Task objective = These entries are to be set down again exactly.

Data for review =
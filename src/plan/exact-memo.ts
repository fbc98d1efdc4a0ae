/**
 * Memos of exact transmon results the planner asks for again and again with the same arguments
 * (a mover's flux at its parking and interaction frequencies in every rule evaluation, the
 * spectrum at a parking or interaction flux in every error estimate). Keyed by the plan context,
 * so they last as long as the chip's planning does; the values are exactly those of the
 * transmon's own calls, so no figure changes. A transmon whose spectrum is a table look-up
 * (Transmon.tabulatedSpectrum) is asked directly: remembering would cost more than asking.
 */
import type { PlanContext } from './context.js';
import type { SpectrumPoint } from '../transmon/spectrum.js';

/**
 * One memo per kind: for each qubit a map from the argument (a number key: distinct doubles are
 * distinct keys, 0 and -0 one key, as their decimal strings were before) to the result. Number
 * keys, not strings: building a string from a double cost more than the lookup it served.
 */
class QubitMemo<V> {
  private readonly perQubit: (Map<number, V> | undefined)[] = [];
  private size = 0;

  get(q: number, x: number): V | undefined {
    return this.perQubit[q]?.get(x);
  }

  set(q: number, x: number, value: V): V {
    // bounds its memory on long or hostile runs: starts over at MEMO_LIMIT entries
    if (this.size >= MEMO_LIMIT) {
      this.perQubit.length = 0;
      this.size = 0;
    }
    let m = this.perQubit[q];
    if (!m) this.perQubit[q] = m = new Map();
    m.set(x, value);
    this.size++;
    return value;
  }
}

interface Memo {
  flux: QubitMemo<number | null>;
  spectrum: QubitMemo<SpectrumPoint>;
  curvature: QubitMemo<number>;
  slope: QubitMemo<number>;
}

const memos = new WeakMap<PlanContext, Memo>();

/** Entries a memo keeps before it starts over (bounds its memory on long or hostile runs). */
export const MEMO_LIMIT = 200_000;

function memoOf(ctx: PlanContext): Memo {
  let m = memos.get(ctx);
  if (!m) memos.set(ctx, (m = { flux: new QubitMemo(), spectrum: new QubitMemo(), curvature: new QubitMemo(), slope: new QubitMemo() }));
  return m;
}

/** ctx.transmons[q].fluxForF01OrNull(fGHz), remembered. */
export function fluxForF01Memo(ctx: PlanContext, q: number, fGHz: number): number | null {
  if (ctx.transmons[q].tabulatedSpectrum) return ctx.transmons[q].fluxForF01OrNull(fGHz);
  const m = memoOf(ctx).flux;
  let v = m.get(q, fGHz);
  if (v === undefined) v = m.set(q, fGHz, ctx.transmons[q].fluxForF01OrNull(fGHz));
  return v;
}

/** A transmon that lends out its own remembered spectrum points (src/yield/tabulated-transmon.ts). */
interface SharedSpectrumSource {
  sharedSpectrum(flux: number): Readonly<SpectrumPoint>;
}

/**
 * ctx.transmons[q].spectrum(flux), remembered (treat the result as read-only). A tabulated
 * transmon that remembers its points itself lends its own (the values spectrum() copies out).
 */
export function spectrumMemo(ctx: PlanContext, q: number, flux: number): SpectrumPoint {
  const t = ctx.transmons[q];
  if (t.tabulatedSpectrum) {
    const shared = (t as Partial<SharedSpectrumSource>).sharedSpectrum;
    return shared ? (shared.call(t, flux) as SpectrumPoint) : t.spectrum(flux);
  }
  const m = memoOf(ctx).spectrum;
  let v = m.get(q, flux);
  if (v === undefined) v = m.set(q, flux, ctx.transmons[q].spectrum(flux));
  return v;
}

/**
 * spectrumMemo(ctx, q, flux).df01dFluxGHz, the same number, remembered on its own: an exact
 * transmon computes it from two levels (Transmon.f01FluxSlope) instead of the whole spectrum. For
 * the spectator-move term, which asks for the slope at each screened spectator point (a new flux
 * each time) and at parking.
 */
export function fluxSlopeMemo(ctx: PlanContext, q: number, flux: number): number {
  if (ctx.transmons[q].tabulatedSpectrum) return spectrumMemo(ctx, q, flux).df01dFluxGHz;
  const m = memoOf(ctx).slope;
  let v = m.get(q, flux);
  if (v === undefined) v = m.set(q, flux, ctx.transmons[q].f01FluxSlope(flux));
  return v;
}

/** ctx.transmons[q].fluxCurvatureGHz(flux), remembered. */
export function fluxCurvatureMemo(ctx: PlanContext, q: number, flux: number): number {
  if (ctx.transmons[q].tabulatedSpectrum) return ctx.transmons[q].fluxCurvatureGHz(flux);
  const m = memoOf(ctx).curvature;
  let v = m.get(q, flux);
  if (v === undefined) v = m.set(q, flux, ctx.transmons[q].fluxCurvatureGHz(flux));
  return v;
}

Solution below =
filename src/plan/exact-memo.ts
repository fbc98d1efdc4a0ae
/**
 * Memos of exact transmon results the planner asks for again and again with the same arguments
 * (a mover's flux at its parking and interaction frequencies in every rule evaluation, the
 * spectrum at a parking or interaction flux in every error estimate). Keyed by the plan context,
 * so they last as long as the chip's planning does; the values are exactly those of the
 * transmon's own calls, so no figure changes. A transmon whose spectrum is a table look-up
 * (Transmon.tabulatedSpectrum) is asked directly: remembering would cost more than asking.
 */
import type { PlanContext } from './context.js';
import type { SpectrumPoint } from '../transmon/spectrum.js';

/**
 * One memo per kind: for each qubit a map from the argument (a number key: distinct doubles are
 * distinct keys, 0 and -0 one key, as their decimal strings were before) to the result. Number
 * keys, not strings: building a string from a double cost more than the lookup it served.
 */
class QubitMemo<V> {
  private readonly perQubit: (Map<number, V> | undefined)[] = [];
  private size = 0;

  get(q: number, x: number): V | undefined {
    return this.perQubit[q]?.get(x);
  }

  set(q: number, x: number, value: V): V {
    // bounds its memory on long or hostile runs: starts over at MEMO_LIMIT entries
    if (this.size >= MEMO_LIMIT) {
      this.perQubit.length = 0;
      this.size = 0;
    }
    let m = this.perQubit[q];
    if (!m) this.perQubit[q] = m = new Map();
    m.set(x, value);
    this.size++;
    return value;
  }
}

interface Memo {
  flux: QubitMemo<number | null>;
  spectrum: QubitMemo<SpectrumPoint>;
  curvature: QubitMemo<number>;
  slope: QubitMemo<number>;
}

const memos = new WeakMap<PlanContext, Memo>();

/** Entries a memo keeps before it starts over (bounds its memory on long or hostile runs). */
export const MEMO_LIMIT = 200_000;

function memoOf(ctx: PlanContext): Memo {
  let m = memos.get(ctx);
  if (!m) memos.set(ctx, (m = { flux: new QubitMemo(), spectrum: new QubitMemo(), curvature: new QubitMemo(), slope: new QubitMemo() }));
  return m;
}

/** ctx.transmons[q].fluxForF01OrNull(fGHz), remembered. */
export function fluxForF01Memo(ctx: PlanContext, q: number, fGHz: number): number | null {
  if (ctx.transmons[q].tabulatedSpectrum) return ctx.transmons[q].fluxForF01OrNull(fGHz);
  const m = memoOf(ctx).flux;
  let v = m.get(q, fGHz);
  if (v === undefined) v = m.set(q, fGHz, ctx.transmons[q].fluxForF01OrNull(fGHz));
  return v;
}

/** A transmon that lends out its own remembered spectrum points (src/yield/tabulated-transmon.ts). */
interface SharedSpectrumSource {
  sharedSpectrum(flux: number): Readonly<SpectrumPoint>;
}

/**
 * ctx.transmons[q].spectrum(flux), remembered (treat the result as read-only). A tabulated
 * transmon that remembers its points itself lends its own (the values spectrum() copies out).
 */
export function spectrumMemo(ctx: PlanContext, q: number, flux: number): SpectrumPoint {
  const t = ctx.transmons[q];
  if (t.tabulatedSpectrum) {
    const shared = (t as Partial<SharedSpectrumSource>).sharedSpectrum;
    return shared ? (shared.call(t, flux) as SpectrumPoint) : t.spectrum(flux);
  }
  const m = memoOf(ctx).spectrum;
  let v = m.get(q, flux);
  if (v === undefined) v = m.set(q, flux, ctx.transmons[q].spectrum(flux));
  return v;
}

/**
 * spectrumMemo(ctx, q, flux).df01dFluxGHz, the same number, remembered on its own: an exact
 * transmon computes it from two levels (Transmon.f01FluxSlope) instead of the whole spectrum. For
 * the spectator-move term, which asks for the slope at each screened spectator point (a new flux
 * each time) and at parking.
 */
export function fluxSlopeMemo(ctx: PlanContext, q: number, flux: number): number {
  if (ctx.transmons[q].tabulatedSpectrum) return spectrumMemo(ctx, q, flux).df01dFluxGHz;
  const m = memoOf(ctx).slope;
  let v = m.get(q, flux);
  if (v === undefined) v = m.set(q, flux, ctx.transmons[q].f01FluxSlope(flux));
  return v;
}

/** ctx.transmons[q].fluxCurvatureGHz(flux), remembered. */
export function fluxCurvatureMemo(ctx: PlanContext, q: number, flux: number): number {
  if (ctx.transmons[q].tabulatedSpectrum) return ctx.transmons[q].fluxCurvatureGHz(flux);
  const m = memoOf(ctx).curvature;
  let v = m.get(q, flux);
  if (v === undefined) v = m.set(q, flux, ctx.transmons[q].fluxCurvatureGHz(flux));
  return v;
}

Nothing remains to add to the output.